LISTED ENTRIES:
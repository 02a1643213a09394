package present

import (
	"fmt"
	"math"
	"strings"

	"pasval/internal/assess"
	"pasval/internal/plantfile"
	"pasval/internal/units"
)

// The words of the acceptance tests, the diversion timing, the due list and
// the critical-limit table (docs/METHOD.md §15).

// fluidWords names what a holding-time test was timed with.
func fluidWords(f plantfile.Fluid) string {
	if f == plantfile.FluidWater {
		return "water"
	}
	return "the product"
}

// timeS is a time in seconds with two decimals.
func timeS(s float64) string { return fmt.Sprintf("%.2f s", s) }

// acceptanceNote is an acceptance check's note.
func (d Display) acceptanceNote(c assess.Check) string {
	a := c.Detail.Test
	var b strings.Builder
	switch c.ID {
	case assess.AcceptanceHoldingTime:
		m := a.Timing
		fmt.Fprintf(&b, "%s, %s measured with %s at %s and %s, as the product %s: %s (model %s, %s %%)", a.Date, timeS(*a.TimeS),
			fluidWords(a.Fluid), d.flow(*a.FlowM3s), d.temp(*a.TemperatureC), d.convertedFlow(m), timeS(m.ConvertedS), timeS(m.ModelS),
			Signed(fmt.Sprintf("%.1f", m.DifferencePercent)))
		if c.Detail.BelowEveryRow {
			fmt.Fprintf(&b, "; the judged temperature %s is below every legal row (coolest %s)", d.temp(m.JudgedTemperatureC), d.temp(m.RowTemperatureC))
		} else {
			fmt.Fprintf(&b, " against the %s row at the judged temperature %s", d.temp(m.RowTemperatureC), d.With(m.JudgedTemperatureC, units.Temperature, 2))
		}
		if a.Fluid == plantfile.FluidWater && *a.TimeS >= m.RowTimeS && m.ConvertedS < m.RowTimeS {
			fmt.Fprintf(&b, "; the water time alone would meet the row, but the product's fastest particle moves at %.3f× its mean velocity against water's %.3f×",
				m.ProductRatio, m.TestFastestToMean)
		}
	case assess.AcceptanceCutOut, assess.AcceptanceCutIn:
		what := "diverted at"
		if c.ID == assess.AcceptanceCutIn {
			what = "returned to forward flow at"
		}
		fmt.Fprintf(&b, "%s, %s %s; ", a.Date, what, d.With(*a.TemperatureC, units.Temperature, 2))
		if a.LimitRowC != nil {
			fmt.Fprintf(&b, "the least allowed is the %s legal row, above the judged temperature %s", d.temp(*a.LimitRowC), d.With(*a.LimitJudgedC, units.Temperature, 2))
		} else {
			fmt.Fprintf(&b, "the least allowed is the judged temperature, the setpoint %s", d.With(*a.Predicted, units.Temperature, 2))
			if c.Required < *a.Predicted {
				fmt.Fprintf(&b, " less the sensor accuracy %s", d.With(*a.Predicted-c.Required, units.TemperatureDifference, 2))
			}
		}
	case assess.AcceptanceValveResponse:
		fmt.Fprintf(&b, "%s, measured from the signal to the valve fully diverted, against the fastest particle's travel from the sensor to the valve", a.Date)
	case assess.AcceptanceSensorCheck:
		fmt.Fprintf(&b, "%s, the diversion sensor read %s and the reference thermometer %s: their difference against the stated accuracy (process.sensor_accuracy)",
			a.Date, d.With(*a.SensorC, units.Temperature, 2), d.With(*a.ReferenceC, units.Temperature, 2))
	case assess.AcceptanceRegeneratorPressure:
		fmt.Fprintf(&b, "%s, the measured least pressure of the pasteurized side above the raw side, against the required margin", a.Date)
		if a.Predicted != nil {
			fmt.Fprintf(&b, " (design %s)", d.With(*a.Predicted, units.Pressure, 1))
		}
	case assess.AcceptanceOther:
		fmt.Fprintf(&b, "%s, %s as entered", a.Date, map[bool]string{true: "passed", false: "failed"}[*a.PassEntered])
		if a.Note != "" {
			b.WriteString(": " + a.Note)
		}
	}
	fmt.Fprintf(&b, "; by %s", a.By)
	b.WriteString(dueWords(a))
	return b.String()
}

// dueWords is the due part of an acceptance check's note.
func dueWords(a *assess.AcceptanceResult) string {
	switch {
	case a.Stale:
		return fmt.Sprintf("; STALE: due again %s (every %s), so it fails whatever its values", a.NextDue, a.Interval)
	case a.NextDue != "":
		return fmt.Sprintf("; due again %s", a.NextDue)
	}
	return "; no interval entered"
}

// convertedFlow says where a converted holding-time test is judged.
func (d Display) convertedFlow(m *assess.TimingComparison) string {
	if m.ConvertedAtSeal {
		return "at the sealed maximum"
	}
	return fmt.Sprintf("at %s (just below Re 4000, the worst flow)", d.flow(m.ConvertedFlowM3s))
}

// diversionNote is the diversion-timing check's note.
func (d Display) diversionNote(c assess.Check) string {
	v := c.Detail.Diversion
	at := "at the sealed maximum"
	if !v.AtSeal {
		at = fmt.Sprintf("at %s, just below Re 4000, the worst flow", d.flow(v.FlowM3s))
	}
	from := "diversion.response_time as entered"
	if v.ResponseFromTest != nil {
		from = fmt.Sprintf("the valve-response test of %s (measured; it wins over diversion.response_time)", v.ResponseTestDate)
	}
	return fmt.Sprintf("fastest particle from the diversion sensor to the valve, %s of %s pipe, %s (%s, fastest/mean %.3f), against the response time: %s",
		d.With(v.SensorToValveM, units.Length, 2), d.Small(v.InnerDiameterM), at, v.Regime, v.FastestToMean, from)
}

// notJudgedText words the acceptance-not-judged warning.
func notJudgedText(w assess.Warning, p *plantfile.Plant, d Display) string {
	i := int(w.Values["test_index"])
	if i < 0 || i >= len(p.Acceptance) {
		return "an acceptance test is not judged"
	}
	t := p.Acceptance[i]
	what := fmt.Sprintf("the %s test of %s (acceptance[%d])", t.Label(), t.Date.Format(units.DateLayout), i)
	switch {
	case w.Field == "legal_minimums":
		return what + " is compared with the model but not judged: no legal_minimums are entered"
	case w.Field == "process.sensor_accuracy":
		return fmt.Sprintf("%s is not judged: process.sensor_accuracy is not given (the sensor read %s, the reference %s: %s apart)", what,
			d.With(t.Sensor.SI, units.Temperature, 2), d.With(t.Reference.SI, units.Temperature, 2),
			d.With(math.Abs(t.Sensor.SI-t.Reference.SI), units.TemperatureDifference, 2))
	case w.Field == "diversion":
		return what + " is not judged: describe diversion (sensor_to_valve_length) to compare the response with the fastest particle's travel from the sensor to the valve"
	}
	return fmt.Sprintf("%s is not judged: %s is outside the range of the water properties", what, w.Field)
}

// stateWords are the due states as the terminal and the record print them.
func stateWords(s assess.DueState) string {
	switch s {
	case assess.DueOK:
		return "ok"
	case assess.DueSoon:
		return "due within 30 days"
	case assess.DueOverdue:
		return "OVERDUE"
	case assess.DueNever:
		return "NEVER DONE"
	case assess.DueNoInterval:
		return "no interval entered"
	case assess.DueSuperseded:
		return "superseded"
	case assess.DueFailed:
		return "FAILED — repeat the test"
	case "":
		return "—"
	}
	panic(fmt.Sprintf("%sno words for due state %q", panicPrefix, s))
}

// StateWords is a due state in words.
func StateWords(s assess.DueState) string { return stateWords(s) }

// verdictWords is a result's verdict.
func verdictWords(a assess.AcceptanceResult) string {
	switch {
	case !a.Judged:
		return "not judged"
	case a.Stale && *a.Pass:
		return "PASS, stale"
	case *a.Pass:
		return "PASS"
	}
	return "FAIL"
}

// measuredWords are a result's measured values.
func (d Display) measuredWords(a assess.AcceptanceResult) string {
	switch a.Test {
	case plantfile.TestHoldingTime:
		s := fmt.Sprintf("%s, %s, %s, %s", timeS(*a.TimeS), fluidWords(a.Fluid), d.flow(*a.FlowM3s), d.temp(*a.TemperatureC))
		if m := a.Timing; m != nil {
			s += fmt.Sprintf(" → %s as the product", timeS(m.ConvertedS))
		}
		return s
	case plantfile.TestCutOut, plantfile.TestCutIn:
		return d.With(*a.TemperatureC, units.Temperature, 2)
	case plantfile.TestValveResponse:
		return timeS(*a.TimeS)
	case plantfile.TestSensorCheck:
		return fmt.Sprintf("%s against %s (%s apart)", d.With(*a.SensorC, units.Temperature, 2), d.With(*a.ReferenceC, units.Temperature, 2),
			d.With(math.Abs(*a.SensorC-*a.ReferenceC), units.TemperatureDifference, 2))
	case plantfile.TestRegeneratorPressure:
		return d.With(*a.DifferencePa, units.Pressure, 1)
	case plantfile.TestOther:
		s := map[bool]string{true: "passed", false: "failed"}[*a.PassEntered]
		if a.Note != "" {
			s += ": " + a.Note
		}
		return s
	}
	panic(fmt.Sprintf("%sno words for acceptance-test kind %q", panicPrefix, a.Test))
}

// modelWords are what the model or the plant file gives for the measured
// quantity.
func (d Display) modelWords(a assess.AcceptanceResult) string {
	switch a.Test {
	case plantfile.TestHoldingTime:
		if m := a.Timing; m != nil {
			return fmt.Sprintf("%s (%s %%)", timeS(m.ModelS), Signed(fmt.Sprintf("%.1f", m.DifferencePercent)))
		}
	case plantfile.TestCutOut, plantfile.TestCutIn:
		return "setpoint " + d.With(*a.Predicted, units.Temperature, 2)
	case plantfile.TestValveResponse:
		if a.Predicted != nil {
			return "entered " + timeS(*a.Predicted)
		}
	case plantfile.TestRegeneratorPressure:
		if a.Predicted != nil {
			return "design " + d.With(*a.Predicted, units.Pressure, 1)
		}
	}
	return "—"
}

// limitWords is the limit a result is judged against.
func limitWords(a assess.AcceptanceResult, d Display) string {
	if !a.Judged || a.Unit == "pass" {
		return "—"
	}
	op := "≥ "
	if assess.DefOf(checkOf(a.Test)).Limit == assess.AtMost {
		op = "≤ "
	}
	return op + CheckValue(*a.Required, a.Unit, d)
}

// checkOf is the check that judges a kind of test.
func checkOf(k plantfile.TestKind) assess.CheckID {
	switch k {
	case plantfile.TestHoldingTime:
		return assess.AcceptanceHoldingTime
	case plantfile.TestCutOut:
		return assess.AcceptanceCutOut
	case plantfile.TestCutIn:
		return assess.AcceptanceCutIn
	case plantfile.TestValveResponse:
		return assess.AcceptanceValveResponse
	case plantfile.TestSensorCheck:
		return assess.AcceptanceSensorCheck
	case plantfile.TestRegeneratorPressure:
		return assess.AcceptanceRegeneratorPressure
	case plantfile.TestOther:
		return assess.AcceptanceOther
	}
	panic(fmt.Sprintf("%sno check for acceptance-test kind %q", panicPrefix, k))
}

// testLabel names a result: its kind, and an other test's name.
func testLabel(kind plantfile.TestKind, name string) string {
	if name != "" {
		return string(kind) + " (" + name + ")"
	}
	return string(kind)
}

// AcceptanceTests is the table of every entered result: measured against
// the model, its verdict, when it is due.
func AcceptanceTests(res *assess.Result, d Display) Grid {
	g := grid("test", "date", "by", "measured", "model", "limit", "verdict", "next due", "state")
	for _, a := range res.Acceptance {
		next := a.NextDue
		if next == "" {
			next = "—"
		}
		g.add(testLabel(a.Test, a.Name), a.Date, a.By, d.measuredWords(a), d.modelWords(a), limitWords(a, d), verdictWords(a), next, stateWords(a.State))
	}
	return g
}

// Due is the due list: each kind of test with its latest result.
func Due(items []assess.DueItem) Grid {
	g := grid("test", "last done", "by", "result", "interval", "next due", ">days", "state")
	for _, it := range items {
		last, result, next, days, interval := "—", "—", "—", "", it.Interval
		if it.LastDate != nil {
			last = *it.LastDate
			result = "not judged"
		}
		if it.LastPass != nil {
			result = map[bool]string{true: "PASS", false: "FAIL"}[*it.LastPass]
		}
		if it.NextDue != nil {
			next = *it.NextDue
		}
		if it.DaysLeft != nil {
			days = fmt.Sprintf("%d", *it.DaysLeft)
		}
		if interval == "" {
			interval = "—"
		}
		g.add(testLabel(it.Test, it.Name), last, it.By, result, interval, next, days, stateWords(it.State))
	}
	return g
}

// DueSummary is the due list's one-line result.
func DueSummary(items []assess.DueItem) string {
	count := map[assess.DueState]int{}
	for _, it := range items {
		count[it.State]++
	}
	if count[assess.DueOverdue]+count[assess.DueNever]+count[assess.DueFailed] == 0 {
		s := fmt.Sprintf("nothing failed, overdue or never done (%d tests", len(items))
		if n := count[assess.DueSoon]; n > 0 {
			s += fmt.Sprintf(", %d due within 30 days", n)
		}
		if n := count[assess.DueNoInterval]; n > 0 {
			s += fmt.Sprintf(", %d with no interval entered", n)
		}
		return s + ")"
	}
	s := fmt.Sprintf("%d overdue, %d never done (of %d tests)", count[assess.DueOverdue], count[assess.DueNever], len(items))
	if n := count[assess.DueFailed]; n > 0 {
		s = fmt.Sprintf("%d failed (repeat the test), ", n) + s
	}
	return s
}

TASK STATEMENT: Which of the lines above hold the string "internal"? Pick each of them out.

WRITTEN RESPONSE:
	"pasval/internal/assess"
	"pasval/internal/plantfile"
	"pasval/internal/units"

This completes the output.